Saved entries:

def _print_table(df: pd.DataFrame) -> None:
    with pd.option_context("display.width", 200, "display.max_columns", 30, "display.max_colwidth", 60):
        print(df.to_string(index=False) if len(df) else "(none)")


def _cmd_history(a) -> int:
    from .atomic import write_text_atomic

    with Store(a.db) as s:
        h = s.history(welder=a.welder)
    if a.csv:
        write_text_atomic(a.csv, h.to_csv(index=False, lineterminator="\n"), force=a.force)
        return 0
    _print_table(h[["assessment_id", "created_at", "coupon_id", "welder", "test", "result", "automatic_result",
                    "n_imperfections", "reviewer", "first_reason"]])
    return 0


def _cmd_show(a) -> int:
    from . import report
    from .photo import load_photo

    with Store(a.db) as s:
        rec = s.get_assessment(a.id)
        need_photo = a.overlay or a.pdf
        photo = load_photo(s.photo_bytes(rec["photo"]["sha256"]), name=rec["photo"].get("name")) if need_photo else None
    if a.json:
        report.write_json(a.json, rec, force=a.force)
    if a.csv:
        report.write_csv(a.csv, rec, force=a.force)
    if a.overlay:
        report.write_overlay_png(a.overlay, photo.rgb, rec, force=a.force)
    if a.pdf:
        report.write_pdf(a.pdf, rec, photo.rgb, force=a.force)
    r = rec["record"]
    v = rec["verdict"]
    print(f"assessment {r['id']}  coupon {(r['coupon'] or {}).get('id', '-')}  photo {rec['photo'].get('name')}")
    print(f"verdict    {v['result'].upper()}" + (f"  (automatic: {r['automatic_verdict']['result']})"
                                                 if r["reviewer"] else "  (not reviewed)"))
    for reason in v.get("reasons") or []:
        print(f"  - {reason}")
    if r["reviewer"]:
        print(f"reviewed   by {r['reviewer']} at {r['reviewed_at']}" + (f": {r['review_note']}" if r["review_note"] else ""))
    return 0


def _cmd_rejudge(a) -> int:
    with Store(a.db) as s:
        before = s.get_assessment(a.id)["verdict"]
        v = s.rejudge(a.id, a.limits)
    print(f"stored     {before['result'].upper()}")
    print(f"re-judged  {v['result'].upper()}" + ("" if a.limits else "  (its own limit set)"))
    for reason in v.get("reasons") or []:
        print(f"  - {reason}")
    return 0


def _cmd_stats(a) -> int:
    by = tuple(x.strip() for x in a.by.split(",") if x.strip())
    with Store(a.db) as s:
        _print_table(s.stats(by=by))
    return 0


def _cmd_log(a) -> int:
    with Store(a.db) as s:
        log = s.log(a.id)
    log = log.assign(payload=log["payload"].map(lambda p: json.dumps(p, ensure_ascii=False)[:100]))
    _print_table(log)
    return 0


def _cmd_check(a) -> int:
    with Store(a.db) as s:
        problems = s.check()
        n = len(s.assessment_ids())
    if problems:
        for p in problems:
            print(p)
        raise StoreError(f"{len(problems)} problem(s) in {s.path}; restore the named files from a backup")
    print(f"ok: {n} assessment(s), database intact, every photo copy matches its SHA-256")
    return 0
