def test_records_command_line(tmp_path, limit_file, capsys):
    from surfaces.cli import main

    db = tmp_path / "r.sqlite3"
    a, data = judged(limit_file)
    with Store(db) as s:
        aid = s.save_assessment(a, data, coupon={"id": "CPN-7", "welder": "W-9", "batch": "B7"}, actor="ana")
    assert main(["records", "history", "--db", str(db)]) == 0
    out = capsys.readouterr().out
    assert "CPN-7" in out and "W-9" in out and "reject" in out
    outs = {k: tmp_path / f"r.{k}" for k in ("json", "csv", "png", "pdf")}
    assert main(["records", "show", str(aid), "--db", str(db), "--json", str(outs["json"]), "--csv", str(outs["csv"]),
                 "--overlay", str(outs["png"]), "--pdf", str(outs["pdf"])]) == 0
    assert "REJECT" in capsys.readouterr().out
    assert json.loads(outs["json"].read_text())["verdict"] == a["verdict"]
    assert outs["png"].read_bytes()[:4] == b"\x89PNG" and outs["pdf"].read_bytes()[:4] == b"%PDF"
    # writing again without --force is refused with one line, exit 2
    assert main(["records", "show", str(aid), "--db", str(db), "--json", str(outs["json"])]) == 2
    assert "pass --force" in capsys.readouterr().err
    assert main(["records", "rejudge", str(aid), "--db", str(db)]) == 0
    out = capsys.readouterr().out
    assert "re-judged  REJECT  (its own limit set)" in out and "no-cracks: crack 4: not permitted" in out
    assert main(["records", "stats", "--db", str(db), "--by", "batch"]) == 0
    assert "B7" in capsys.readouterr().out
    assert main(["records", "log", str(aid), "--db", str(db)]) == 0
    assert "assessed" in capsys.readouterr().out
    assert main(["records", "check", "--db", str(db)]) == 0
    assert capsys.readouterr().out.startswith("ok: 1 assessment(s)")
    with Store(db) as s:
        s.photo_path(a["photo"]["sha256"]).write_bytes(b"damaged")
    assert main(["records", "check", "--db", str(db)]) == 2
    cap = capsys.readouterr()
    assert "does not match its SHA-256" in cap.out and "1 problem(s)" in cap.err
    assert main(["records", "show", "999", "--db", str(db)]) == 2
    assert "no assessment 999" in capsys.readouterr().err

◆ **What is expected**: This exercise requires an exact copy of all the records.

◆ **Answer box**:
def _print_table(df: pd.DataFrame) -> None:
    with pd.option_context("display.width", 200, "display.max_columns", 30, "display.max_colwidth", 60):
        print(df.to_string(index=False) if len(df) else "(none)")


def _cmd_history(a) -> int:
    from .atomic import write_text_atomic

    with Store(a.db) as s:
        h = s.history(welder=a.welder)
    if a.csv:
        write_text_atomic(a.csv, h.to_csv(index=False, lineterminator="\n"), force=a.force)
        return 0
    _print_table(h[["assessment_id", "created_at", "coupon_id", "welder", "test", "result", "automatic_result",
                    "n_imperfections", "reviewer", "first_reason"]])
    return 0


def _cmd_show(a) -> int:
    from . import report
    from .photo import load_photo

    with Store(a.db) as s:
        rec = s.get_assessment(a.id)
        need_photo = a.overlay or a.pdf
        photo = load_photo(s.photo_bytes(rec["photo"]["sha256"]), name=rec["photo"].get("name")) if need_photo else None
    if a.json:
        report.write_json(a.json, rec, force=a.force)
    if a.csv:
        report.write_csv(a.csv, rec, force=a.force)
    if a.overlay:
        report.write_overlay_png(a.overlay, photo.rgb, rec, force=a.force)
    if a.pdf:
        report.write_pdf(a.pdf, rec, photo.rgb, force=a.force)
    r = rec["record"]
    v = rec["verdict"]
    print(f"assessment {r['id']}  coupon {(r['coupon'] or {}).get('id', '-')}  photo {rec['photo'].get('name')}")
    print(f"verdict    {v['result'].upper()}" + (f"  (automatic: {r['automatic_verdict']['result']})"
                                                 if r["reviewer"] else "  (not reviewed)"))
    for reason in v.get("reasons") or []:
        print(f"  - {reason}")
    if r["reviewer"]:
        print(f"reviewed   by {r['reviewer']} at {r['reviewed_at']}" + (f": {r['review_note']}" if r["review_note"] else ""))
    return 0


def _cmd_rejudge(a) -> int:
    with Store(a.db) as s:
        before = s.get_assessment(a.id)["verdict"]
        v = s.rejudge(a.id, a.limits)
    print(f"stored     {before['result'].upper()}")
    print(f"re-judged  {v['result'].upper()}" + ("" if a.limits else "  (its own limit set)"))
    for reason in v.get("reasons") or []:
        print(f"  - {reason}")
    return 0


def _cmd_stats(a) -> int:
    by = tuple(x.strip() for x in a.by.split(",") if x.strip())
    with Store(a.db) as s:
        _print_table(s.stats(by=by))
    return 0


def _cmd_log(a) -> int:
    with Store(a.db) as s:
        log = s.log(a.id)
    log = log.assign(payload=log["payload"].map(lambda p: json.dumps(p, ensure_ascii=False)[:100]))
    _print_table(log)
    return 0


def _cmd_check(a) -> int:
    with Store(a.db) as s:
        problems = s.check()
        n = len(s.assessment_ids())
    if problems:
        for p in problems:
            print(p)
        raise StoreError(f"{len(problems)} problem(s) in {s.path}; restore the named files from a backup")
    print(f"ok: {n} assessment(s), database intact, every photo copy matches its SHA-256")
    return 0
def test_records_command_line(tmp_path, limit_file, capsys):
    from surfaces.cli import main

    db = tmp_path / "r.sqlite3"
    a, data = judged(limit_file)
    with Store(db) as s:
        aid = s.save_assessment(a, data, coupon={"id": "CPN-7", "welder": "W-9", "batch": "B7"}, actor="ana")
    assert main(["records", "history", "--db", str(db)]) == 0
    out = capsys.readouterr().out
    assert "CPN-7" in out and "W-9" in out and "reject" in out
    outs = {k: tmp_path / f"r.{k}" for k in ("json", "csv", "png", "pdf")}
    assert main(["records", "show", str(aid), "--db", str(db), "--json", str(outs["json"]), "--csv", str(outs["csv"]),
                 "--overlay", str(outs["png"]), "--pdf", str(outs["pdf"])]) == 0
    assert "REJECT" in capsys.readouterr().out
    assert json.loads(outs["json"].read_text())["verdict"] == a["verdict"]
    assert outs["png"].read_bytes()[:4] == b"\x89PNG" and outs["pdf"].read_bytes()[:4] == b"%PDF"
    # writing again without --force is refused with one line, exit 2
    assert main(["records", "show", str(aid), "--db", str(db), "--json", str(outs["json"])]) == 2
    assert "pass --force" in capsys.readouterr().err
    assert main(["records", "rejudge", str(aid), "--db", str(db)]) == 0
    out = capsys.readouterr().out
    assert "re-judged  REJECT  (its own limit set)" in out and "no-cracks: crack 4: not permitted" in out
    assert main(["records", "stats", "--db", str(db), "--by", "batch"]) == 0
    assert "B7" in capsys.readouterr().out
    assert main(["records", "log", str(aid), "--db", str(db)]) == 0
    assert "assessed" in capsys.readouterr().out
    assert main(["records", "check", "--db", str(db)]) == 0
    assert capsys.readouterr().out.startswith("ok: 1 assessment(s)")
    with Store(db) as s:
        s.photo_path(a["photo"]["sha256"]).write_bytes(b"damaged")
    assert main(["records", "check", "--db", str(db)]) == 2
    cap = capsys.readouterr()
    assert "does not match its SHA-256" in cap.out and "1 problem(s)" in cap.err
    assert main(["records", "show", "999", "--db", str(db)]) == 2
    assert "no assessment 999" in capsys.readouterr().err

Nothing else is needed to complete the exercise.